ECLI:NL:RBDHA:2023:7212

Rechtbank Den Haag

Datum uitspraak
11 april 2023
Publicatiedatum
19 mei 2023
Zaaknummer
NL23.6874
Instantie
Rechtbank Den Haag
Type
Uitspraak
Procedures
  • Voorlopige voorziening
Vindplaatsen
  • Rechtspraak.nl
AI samenvatting door LexboostAutomatisch gegenereerd

Afwijzing verzoek voorlopige voorziening asielaanvraag op grond van Dublinverordening

In deze zaak heeft de voorzieningenrechter van de Rechtbank Den Haag op 11 april 2023 uitspraak gedaan in het kader van een verzoek om een voorlopige voorziening. Verzoeker, die een verblijfsvergunning asiel voor bepaalde tijd had aangevraagd, kreeg te horen dat zijn aanvraag niet in behandeling werd genomen omdat Italië verantwoordelijk was voor de behandeling van zijn asielverzoek. Dit besluit was genomen door de Staatssecretaris van Justitie en Veiligheid op 6 maart 2023. Verzoeker heeft hiertegen beroep ingesteld en verzocht om een voorlopige voorziening.

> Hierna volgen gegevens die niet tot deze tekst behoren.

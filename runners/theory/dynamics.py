"""Rate-form weight dynamics over a point's protocol, with mean-field rates re-solved as the weights move.

The protocol of :mod:`capsweep.runners.protocol` (settle, imprint, hold with recall tests, final
recall, tail) is cut into segments with a constant stimulus. Within a segment the weights move by
the rate form of the rules (E->E: :func:`.drift.rule_drift`; I->E: :func:`.drift.inhibitory_drift`)
at the current mean-field rates, integrated exactly over steps short enough that no weight moves by
more than :data:`STEP_FRACTION` of itself (at most :data:`MAX_STEP_S`, at least :data:`MIN_STEP_S`);
after each step the rates are re-solved from the previous ones (:func:`.meanfield.solve_rates`,
which follows the state the network is in: a background state that disappears ignites). After a
stimulus the stimulated assembly starts again from the rates before it: the simulated networks fall out
of a high state within ~0.1 s in most runs, and whether they stay there is a matter of chance that the
prescreen's link (:mod:`.link`) weighs, not this integration.

The rules' traces see rates low-passed with their own time constants (:class:`Lag`), so a cue of a
few hundred ms potentiates less than the stationary rate form says.

Weights tracked (g_leak): per assembly, its within weights split by its cued (C) and uncued (U) cells
(C->C, C->U, U->C, U->U: the cue reaches the same cells in every test, so a cue potentiates C->C
before C->U, the pathway that completes the pattern) and the I->E weights onto its C and U cells; the
non-member -> member (``into``), member -> non-member (``out``), member -> member of
another assembly (``across``) and non-member -> non-member (``between``) E->E weights; the I->E weight
onto non-members. Each weight stands for the mean of its pathway, drifting with the mean of the
drifts over the groups it connects (group fractions as weights; the drift is linear in w, so the
mean obeys the same linear equation). Reference weights follow ``w_ref_mode`` (:data:`REFERENCE_STEPS`):
fixed, consolidating (``tau_cons dw_ref/dt = w - w_ref``) or bistable (Zenke, Agnes & Gerstner 2015, Nat
Commun 6:6922, Methods: ``tau_cons dw_ref/dt = w - w_ref - P w_ref (w_P/2 - w_ref)(w_P - w_ref)``), each
with the weight held at its value after the step, as the simulation holds it between consolidation updates.

Rates in Hz, times in s, weights in g_leak.
"""

from __future__ import annotations

import math
from collections.abc import Callable
from dataclasses import dataclass, field, replace

import numpy as np

from .. import metrics, protocol
from ..scoring import onset_in_schedule
from .drift import Lagged, inhibitory_drift, linear_drift, relax
from .meanfield import E_GROUPS, MEMBERS, Scenario, Weights, cue_stimulus, group_fractions, initial_weights, solve_rates

PATHS = ("into", "out", "across", "between")
"""Shared E->E pathways, in the order of :attr:`Plastic.paths`."""
SUBPATHS = (("C", "C"), ("C", "U"), ("U", "C"), ("U", "U"))
"""(pre, post) parts of an assembly's within weights: its cued (C) and uncued (U) cells, fixed per point."""
STEP_FRACTION = 0.1
"""Largest relative change of any weight per step: rates are held fixed over a step (numerical choice)."""
MAX_STEP_S = 0.25
"""Longest step (s) between rate solves."""
MIN_STEP_S = 0.002
"""Shortest step (s): rates follow inputs within the synaptic and effective membrane time constants (~ms)."""
LAG_STEP = 0.5
"""Longest step as a fraction of the slowest trace time constant still catching up with its rate."""
SOLVE_ITERATIONS = 150
"""Iterations of the warm-started rate solve per step."""
BISTABLE_H = 0.01
"""Longest substep of the bistable reference weight, as a fraction of tau_consolidation (numerical choice: the
scheme's error is first order in it)."""


def _sub_fractions(cued: float) -> np.ndarray:
    """Share of an assembly's within synapses in each of SUBPATHS (random wiring: product of the group shares)."""
    share = {"C": cued, "U": 1.0 - cued}
    return np.array([share[a] * share[b] for a, b in SUBPATHS])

De zitting vond plaats op 28 maart 2023, waarbij verzoeker aanwezig was met zijn gemachtigde, mr. L.S.T.H. Ruijters, en een tolk, H. Chabbou. De Staatssecretaris werd vertegenwoordigd door zijn gemachtigde, mr. K. Jansen. Tijdens de zitting werd ook een andere zaak, NL23.6873, behandeld. De voorzieningenrechter heeft in die zaak op dezelfde datum uitspraak gedaan, waardoor het verzoek om een voorlopige voorziening in deze zaak niet meer nodig was.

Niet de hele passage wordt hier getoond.